# stupid algae



## fishy123 (Feb 3, 2005)

GRRRRRRRRRRR!!!!!!!!!!!!!!!!!!!!!!!!!!!!!!!!!!!!!!!!! I just got my stupid 46 g. tank cleaned to get the stupid algae off and a few hrs later there it is growing more and then I cleaned the plants a couple hrs. ago and now it is back and already there stupid algae WHAT DO I DO TO KEEP THE STUPID THING FROM SPREADING AND KEEP GROWING!?!?!?!?!?!??!??!?!?!?! Sorry. :? As you can see I'm _really_ frustrated right now because of it.


----------



## garfieldnfish (Jan 18, 2005)

I would like to know what kind of algae you have. I have never heard of any that shows up within a couple of hours. Also what fish do you have in the tank, how long do you leave the light on, are you possibly overfeeding the fish and provide too many nutrients, is your tank sitting in front of a window, do you have live plants in the tank? All factors that make a difference in algae growth. For different algae there are different remedies. Most algae gets eaten by algae eaters, except green spot algae on the tank wall. Only algae scrapers will take care of that and it does not grown that fast.
Black hair algae = Siamese Algae Eater or American Flagfish
Soft green algae and brown algae = otos, Chinese Algae Eaters, Siamese Algae Eaters, some plecos
Hard green spot algae = scraper
Blue Green algae (rather a bacertia then algae) = Black out tank or use E.M. tabs
Some shrimp and snails help with algae but your tank is too large for them to make much difference unless you put a whole army in there.


----------



## fishy123 (Feb 3, 2005)

I have hair algae.
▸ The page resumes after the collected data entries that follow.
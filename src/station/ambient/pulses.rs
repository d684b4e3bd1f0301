//! A pulsed light in time, without aliases.

use crate::signal::edge::{Corner, REACH};

/// Samples of the longest edge that is one corner of its own; a longer one is two bends.
const SHORT: f64 = 4.0;
/// Shortest period, samples: no corner then meets itself within its correction's reach.
const SHORTEST: f64 = 2.0 * (REACH as f64 + SHORT) + 8.0;

/// Trapezoid pulses, away from their mean: straight pieces with every corner made band-limited (`signal::edge`). Nothing folds below 0.39 of the
/// sample rate.
pub struct PulseTrain {
    /// In turns of 2⁻⁶⁴, so that edges neither drift nor jitter.
    phase: u64,
    step: u64,
    /// Samples.
    period: f64,
    /// By their place in the period.
    corners: Vec<Bend>,
    shape: Corner,
}

/// Where a straight piece of the waveform begins.
#[derive(Debug, Clone, Copy)]
struct Bend {
    /// Samples from the period's start.
    place: f64,
    /// Jump, or change of slope a sample, that the band-limited corner stands for.
    weight: f64,
    /// Value and slope of the straight piece that begins here.
    value: f64,
    slope: f64,
}

impl PulseTrain {
    /// `frequency` in periods a sample (> 0), `duty` in 0…1 without its ends, `edge` in samples (≥ 0), the first rising edge's middle at `rise` periods;
    /// the mean light is `mean`. None where a period has too few samples for corners: its few lines do better then.
    pub fn new(frequency: f64, duty: f64, edge: f64, rise: f64, mean: f64) -> Option<Self> {
        // A lamp that takes ages over a period stands still, and its period stays a number.
        let frequency = frequency.max(1e-30);
        let period = 1.0 / frequency;
        if period < SHORTEST {
            return None;
        }
        let top = mean / duty;
        let (up, down) = (rise * period, (rise + duty) * period);
        let short = edge <= SHORT;
        let ends = if short {
            vec![(up, top), (down, -top)]
        } else {
            let (half, slope) = (edge / 2.0, top / edge);
            vec![
                (up - half, slope),
                (up + half, -slope),
                (down - half, -slope),
                (down + half, slope),
            ]
        };
        let mut corners: Vec<Bend> = ends
            .into_iter()
            .map(|(place, weight)| Bend {
                place: place.rem_euclid(period),
                weight,
                value: 0.0,
                slope: 0.0,
            })
            .collect();
        corners.sort_by(|a, b| a.place.total_cmp(&b.place));
        straighten(&mut corners, period, short);
        Some(Self {
            phase: 0,
            step: (frequency * 2f64.powi(64)).round() as u64,
            period,
            corners,
            shape: if short {
                Corner::step(edge)
            } else {
                Corner::bend()
            },
        })
    }

    /// The next sample.
    #[inline]
    pub fn step(&mut self) -> f64 {
        let at = self.phase as f64 * (2f64.powi(-64) * self.period);
        self.phase = self.phase.wrapping_add(self.step);
        let Some(last) = self.corners.last() else {
            return 0.0;
        };
        // Before the first corner runs the piece that began at the last one a period ago.
        let mut plain = last.value + last.slope * (at + self.period - last.place);
        let mut lacks = 0.0;
        for corner in &self.corners {
            let mut after = at - corner.place;
            if after >= 0.0 {
                plain = corner.value + corner.slope * after;
            }
            if after > self.period / 2.0 {
                after -= self.period;
            } else if after < -self.period / 2.0 {
                after += self.period;
            }
            lacks += corner.weight * self.shape.correction(after);
        }
        plain + lacks
    }
}

/// Fills in the pieces' values and slopes, of mean 0 over the period.
fn straighten(corners: &mut [Bend], period: f64, jumps: bool) {
    let lengths: Vec<f64> = (0..corners.len())
        .map(|k| match corners.get(k + 1) {
            Some(next) => next.place - corners[k].place,
            None => corners[0].place + period - corners[k].place,
        })
        .collect();
    if !jumps {
        // The slopes' sum over the period must be nought, since the waveform closes.
        let mut slope = 0.0;
        let mut rise = 0.0;
        for (corner, length) in corners.iter_mut().zip(&lengths) {
            slope += corner.weight;
            corner.slope = slope;
            rise += slope * length;
        }
        corners.iter_mut().for_each(|c| c.slope -= rise / period);
    }
    let (mut value, mut area) = (0.0, 0.0);
    for (corner, length) in corners.iter_mut().zip(&lengths) {
        if jumps {
            value += corner.weight;
        }
        corner.value = value;
        area += length * (value + corner.slope * length / 2.0);
        value += corner.slope * length;
    }
    corners.iter_mut().for_each(|c| c.value -= area / period);
}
The tank is not in front of the window, it is next to the computer. It's spreading fast. I did some research, and the site said hair algae usually returns after a few hours of cleaning. I have not had the light on lately because of the algae's growth rate. After i find some way to control it I will keep the light on for 8 hrs. I don't have live plants. I have hair algae.


----------



## fishy123 (Feb 3, 2005)

And I have 4 silver hatchets, 3 Glo-lite tetras, 2 rummynose tetras, 1 Loreto tetra, and 1 gold nugget pleco.


----------



## Mr Aquarium (Jan 18, 2005)

I had the same trouble with brown algie and you could sit here and watch it grow,
I got a B-Pleco and he works his fins off on my 75g to keep it nice for me, Hardly a spot on the
glass now thanks to him.
Maybe it would work fo your tank to?


----------



## garfieldnfish (Jan 18, 2005)

If your tank is large enough and you still have room for more fish get 2 Siamese Algae Eaters. They would get along great with the fish you have in there, are very hardy fish, would eat the hair algae (I move mine from tank to tank, whenever that stuff shows up and after a day it's always gone) and if they run out of hair algae they eat anything else you toss in the tank for your other fish. I just absolutely love mine. Very easy going, useful fish.


----------



## fishy123 (Feb 3, 2005)

Would my Gold Nugget be aggressive to them? I've read that Gold Nuggets have territorrial issues.


----------



## Damon (Jan 18, 2005)

SAE's have a tendancy to get territorial within their own species. Once they develop a taste for fish food, they are useless for battling algae. Lower your nitrates buy doing waterchanges. This should put the hair algae in check. A 3 day blackout will help also.


----------



## garfieldnfish (Jan 18, 2005)

They never get too lazy to eat hair algae. They are always hungry. And if you feed your fish only once a day, they surely will eat fish food as well but the rest of the day they graze on algae. In the tanks were I have mine, hair algae never shows up and I move them to the other tanks for a day job if needed. Two of them as a team are usually done cleaning a 20 to 30 gal tank in less then 1 day. I have had my 8 SAEs for 1 1/2 years and I would never go without those. Very hardy fish, they usually go in the net on their own because they are extremely nosey and if I put a small piece of algae wafer in it, I just have to wait and scoop them up. Mine live with bristlenose, rubberlip, clown plecos as well as a CAE and no problems so far among any of them. The tanks they are susually in are 75 and 29 gal tanks. Since they act more like other fish (ie.e constantly in motion) then plecos I doubt there would be a problem between your pleco and SAEs.


----------



## fishy123 (Feb 3, 2005)

I have a 46 g tank. Thank you for everyone's help! I feed my fish freeze-dried stuff, and it never makes it to the bottom because the freeze-dried food always floats. I'm sure they will be eating the algae! Tomorrow I will be off to get some Siamese Algae Eaters...


----------



## Damon (Jan 18, 2005)

They are not the easiest fish to find. A lot of false ones out there (CAE, Flying Foxxes, False Siamese) Be sure you're getting what you want. If the lfs can't tell you the latin name, don't buy them.


----------



## DavidDoyle (Jan 18, 2005)

SAE will eat algae at any size- I have 4 of the biggest fattest SAEs you will ever see in my 75- raised them from 1.5 inches. They are still voracious algae eaters and they also eat any other food that hits the water.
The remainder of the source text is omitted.